To be fair, when writer-director Diane English -- whose claim to fame remains "Murphy Brown," the sitcom classic she created -- first wanted to remake "The Women," it was the 20th century, and it was supposed to star Julia Roberts and Meg Ryan.

English and Ryan deserve credit for their perseverance. More than a decade later, "The Women" skips into the theaters. Or, rather, it should skip; too often, it teeters on its stiletto heels, unsure of its footing -- and its reason for being.

Back in 1939, "The Women" knew its place and so did the Depression-weary audiences watching it. They were there to watch snooty society types get their comeuppance when adultery reared its ugly head, interrupting their complacent, pampered lives.

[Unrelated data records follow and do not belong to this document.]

// phases returns pulse p's phase error of the echo's samples.
func (pe *pnEcho) phases(seed int64, id string, p int) []float64 {
	psi := dsp.PhaseNoiseDraw(make([]float64, pe.n), pe.bins, streamOf(seed, id, 0x9e01+uint64(p)<<24))
	if pe.slow != nil {
		for i := range psi {
			psi[i] += pe.slow[p]
		}
	}
	return psi
}

// addPointEchoPN adds a point echo with its phase noise (pulse p) to the
// raw record.
func (m *model) addPointEchoPN(rec []complex128, pe *pnEcho, id string, p int, delay float64, amp complex128, fd float64) {
	b := int(math.Floor(delay * m.fs))
	buf := make([]complex128, len(m.pulse)+2)
	m.addEcho(buf, delay-float64(b)/m.fs, amp, fd)
	psi := pe.phases(m.s.Seed, id, p)
	for i, v := range buf {
		if k := b + i; k >= 0 && k < len(rec) && v != 0 {
			rec[k] += v * cmplx.Rect(1, psi[i])
		}
	}
}

// frontWords returns the sentences naming what the front end does to a
// target's own echo, or "".
func (sc *scene) frontWords(g *tgt) string {
	out := ""
	if g.stcLossDB >= 0.05 {
		out += fmt.Sprintf(" The STC attenuates its echo by %.1f dB at %s.", g.stcLossDB, km(g.apparent))
	}
	if g.overDB > 0 {
		out += fmt.Sprintf(" Its echo is clipped by the ADC: it peaks %.1f dB over full scale, which costs %.1f dB of compressed peak and raises its range sidelobes.", g.overDB, g.clipLossDB)
	}
	return out
}

// impairmentReason explains a target masked by an impairment's power.
func (sc *scene) impairmentReason(g *tgt, v verdict, det string) string {
	id := g.t.ID
	clear := dsp.DB(v.peak / v.noiseLevel)
	fe := sc.fe
	var what string
	switch {
	case v.culprit < 0 && v.cause == causeQuantise:
		what = fmt.Sprintf("the ADC's quantisation noise (%d bits, full scale %.0f dB over thermal noise: a floor %.1f dB re thermal noise)",
			fe.spec.ADCBits, fe.spec.ADCFullScaleDB, dsp.DB(fe.adcRatio))
	case v.culprit < 0 && v.cause == causeDC:
		what = fmt.Sprintf("the receiver's DC offset (%.0f dB re thermal noise per sample)", *fe.spec.DCOffsetDB)
	case v.culprit < 0:
		what = "the receiver's " + v.cause
	default:
		o := sc.targets[v.culprit]
		what = fmt.Sprintf("%s's %s", o.t.ID, v.cause)
		switch v.cause {
		case causeSkirt:
			what += fmt.Sprintf(" (its echo's phase error integrates to %.1f dBc over the receiver band)", o.skirtVarDB)
		case causeImage:
			what += fmt.Sprintf(" (image rejection %.1f dB, at the mirrored Doppler %s)", dsp.IQImbalance{GainDB: fe.spec.IQGainDB, PhaseDeg: fe.spec.IQPhaseDeg}.ImageRejectionDB(), hz(-o.fd))
		}
	}
	if v.byCell || v.cell >= v.sceneLevel {
		if v.cell >= v.peak {
			return fmt.Sprintf("Masked by %s: it puts %.1f dB more power into %s's cell than %s's own peak, which would clear the noise-only threshold by %.1f dB.",
				what, dsp.DB(v.cell/v.peak), id, id, clear)
		}
		return fmt.Sprintf("Masked by %s: it puts power only %.1f dB under %s's own peak into %s's cell, which lifts the threshold there.",
			what, dsp.DB(v.peak/v.cell), id, id)
	}
	return fmt.Sprintf("Masked by %s through the %s: it lifts the threshold %s %s's peak, which would clear the noise-only threshold by %.1f dB.",
		what, det, lift(v), id, clear)
}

The irony was that, in 1939, the women who played "The Women" -- notably Norma Shearer as wronged wife Mary Haines and Joan Crawford as her nemesis, scheming perfume-counter siren Crystal Allen -- were as powerful and popular as any of their male Hollywood counterparts.

Almost 70 years later, women have many options in real life besides marriage and motherhood. Yet their Hollywood clout is so diminished that studio chiefs (inevitably male) seem astonished every time a so-called "chick flick" demonstrates the genre's box-office clout.

Audiences who made the movie version of "Sex and the City" a hit will find familiar elements in "The Women," from you-go-girl sisterly bonding to lots (and lots) of yupscale fashion frenzy. (The movie's main characters make pilgrimages to Saks Fifth Avenue the way true believers journey to sacred shrines.)

But writer-director English follows the original's basic premise and plotting, as almost perfect Mary Haines (Meg Ryan) -- wife, mother, fashion designer -- keeps the multiple plates of her life spinning with throwaway ease. (Only her curly hair offers an irrefutable clue to her frazzled life.)

Good thing her good friends have her back. Brisk editor Sylvie Fowler (Annette Bening), desperately trying to save her magazine (and her job), still has time to dish with Mary and their mutual friends Edie (Debra Messing) and Alex (Jada Pinkett Smith). Edie's a perpetually pregnant earth mother who hopes her next baby will be a boy, so she can stop eating for two already. Alex produces books, not babies -- and, as a card-carrying lesbian, she has no use for boys. Or men.

After all, look what Mary's husband has done: He went to Saks to buy his wife expensive perfume and wound up with sultry perfume spritzer Crystal Allen (Eva Mendes) instead.

Their affair throws Mary, Mary's friends and Mary's household -- including daughter Molly (India Ennenga) and housekeeper Maggie (Cloris Leachman, still stealing scenes) -- into a collective tizzy.

Mary's seen-it-before mother (Murphy Brown herself, classy deadpan Candice Bergen) advises selfless forgiveness. A fellow guest at a yoga retreat (Caesars Palace headliner Bette Midler) advises selfish vengeance.

So what's a woman to do? In "The Women," nothing remotely unexpected. Even worse, nothing remotely enlightening or insightful.

That's because English has completely missed the original movie's most distinctive element: its wicked wit. As a result, she's transformed "The Women" from a catty blast into a declawed exercise in smug self-entitlement.

Oh, it's sporadically diverting to watch Ryan struggling to revive that America's-sweetheart mojo after all these years.

And it's fun to contemplate what Bening could have done with Sylvie (a smilingly tireless gossip girl as played by the original's peerless Rosalind Russell) if only English hadn't defanged her. Mendes makes an ornamental but blank mannequin -- the opposite of Crawford's calculating, upwardly mobile shopgirl. As for the dependably zany Messing and the ferocious Pinkett Smith, neither's around enough to make much of an impact.

In part, that's because English treats "The Women" too much like a sitcom and not enough like a movie. Beyond her draggy pacing and prosaic visual style, English seems to think it's enough to round up a bunch of characters and keep them talking.

That only works when the characters are appealing and they've got something to say. (Murphy Brown and Co. were never at a loss for words -- but we only had to listen to them bicker and banter for a half-hour at a time.)

The women of "The Women," however, wear out their welcome long before Ryan straightens out her hair -- and her life.